### GOAL OF THE EXERCISE
Give each entry back by retyping it exactly as written.

### DATA LISTING
★ ★ ★ ★ ★
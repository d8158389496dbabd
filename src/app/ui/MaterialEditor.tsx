/**
 * Properties of one material entry: the preset's values, any of which the user may override
 * (visible and near-infrared reflectance, emissivity); written as `{ preset, ...overrides }`.
 */
import { useViewer } from '../state/store.ts';
import { materialEntryOf, setMaterialOverrides, OVERRIDE_FIELDS, type OverrideField, type ProjectDoc } from '../state/projectDoc.ts';
import { MATERIAL_PRESETS } from '../../physics/materials.ts';
import { NumberField } from './NumberField.tsx';

const FIELD_LABEL: Record<OverrideField, string> = {
  reflectanceVisible: 'Reflectance, visible',
  reflectanceNir: 'Reflectance, near-infrared',
  emissivity: 'Emissivity (longwave)',
};

export function MaterialEditor({ doc, entryKey, fallbackPreset, what }: { doc: ProjectDoc; entryKey: string; fallbackPreset: string; what: string }) {
  const setDoc = useViewer((s) => s.setDoc);
  const set = useViewer((s) => s.set);
  const entry = materialEntryOf(doc, entryKey) ?? { preset: fallbackPreset, overrides: {} };
  const base = MATERIAL_PRESETS[entry.preset];
  if (!base) return null;
  const overridden = Object.keys(entry.overrides).length > 0;
  const write = (f: OverrideField, v: number | undefined) => {
    const next = { ...entry.overrides };
    if (v === undefined || Math.abs(v - base[f]) < 1e-9) delete next[f];
    else next[f] = v;
    try {
      setDoc(setMaterialOverrides(doc, entryKey, entry.preset, next));
    } catch (e) {
      set({ notice: { kind: 'error', text: e instanceof Error ? e.message : String(e) } });
    }
  };
  return (
    <details className="material-editor" open={overridden}>
      <summary>Properties of {what}{overridden ? ' (edited)' : ''}</summary>
      {OVERRIDE_FIELDS.map((f) => (
        <div className="row" key={f}>
          <NumberField
            label={FIELD_LABEL[f]}
            value={entry.overrides[f] ?? base[f]}
            min={0}
            max={1}
            step={0.01}
            digits={2}
            testId={`override-${f}`}
            onCommit={(v) => write(f, v)}
          />
          <span className="small muted override-note">{entry.overrides[f] !== undefined ? `preset ${base[f].toFixed(2)}` : 'from the preset'}</span>
        </div>
      ))}
      {overridden && (
        <button type="button" className="link" onClick={() => setDoc(setMaterialOverrides(doc, entryKey, entry.preset, {}))}>
          Back to the preset’s values
        </button>
      )}
    </details>
  );
}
★ ★ ★ ★ ★
### RESPONSE TO THIS TASK
repository d8158389496dbabd
filename src/app/ui/MaterialEditor.tsx
/**
 * Properties of one material entry: the preset's values, any of which the user may override
 * (visible and near-infrared reflectance, emissivity); written as `{ preset, ...overrides }`.
 */
import { useViewer } from '../state/store.ts';
import { materialEntryOf, setMaterialOverrides, OVERRIDE_FIELDS, type OverrideField, type ProjectDoc } from '../state/projectDoc.ts';
import { MATERIAL_PRESETS } from '../../physics/materials.ts';
import { NumberField } from './NumberField.tsx';

const FIELD_LABEL: Record<OverrideField, string> = {
  reflectanceVisible: 'Reflectance, visible',
  reflectanceNir: 'Reflectance, near-infrared',
  emissivity: 'Emissivity (longwave)',
};

export function MaterialEditor({ doc, entryKey, fallbackPreset, what }: { doc: ProjectDoc; entryKey: string; fallbackPreset: string; what: string }) {
  const setDoc = useViewer((s) => s.setDoc);
  const set = useViewer((s) => s.set);
  const entry = materialEntryOf(doc, entryKey) ?? { preset: fallbackPreset, overrides: {} };
  const base = MATERIAL_PRESETS[entry.preset];
  if (!base) return null;
  const overridden = Object.keys(entry.overrides).length > 0;
  const write = (f: OverrideField, v: number | undefined) => {
    const next = { ...entry.overrides };
    if (v === undefined || Math.abs(v - base[f]) < 1e-9) delete next[f];
    else next[f] = v;
    try {
      setDoc(setMaterialOverrides(doc, entryKey, entry.preset, next));
    } catch (e) {
      set({ notice: { kind: 'error', text: e instanceof Error ? e.message : String(e) } });
    }
  };
  return (
    <details className="material-editor" open={overridden}>
      <summary>Properties of {what}{overridden ? ' (edited)' : ''}</summary>
      {OVERRIDE_FIELDS.map((f) => (
        <div className="row" key={f}>
          <NumberField
            label={FIELD_LABEL[f]}
            value={entry.overrides[f] ?? base[f]}
            min={0}
            max={1}
            step={0.01}
            digits={2}
            testId={`override-${f}`}
            onCommit={(v) => write(f, v)}
          />
          <span className="small muted override-note">{entry.overrides[f] !== undefined ? `preset ${base[f].toFixed(2)}` : 'from the preset'}</span>
        </div>
      ))}
      {overridden && (
        <button type="button" className="link" onClick={() => setDoc(setMaterialOverrides(doc, entryKey, entry.preset, {}))}>
          Back to the preset’s values
        </button>
      )}
    </details>
  );
}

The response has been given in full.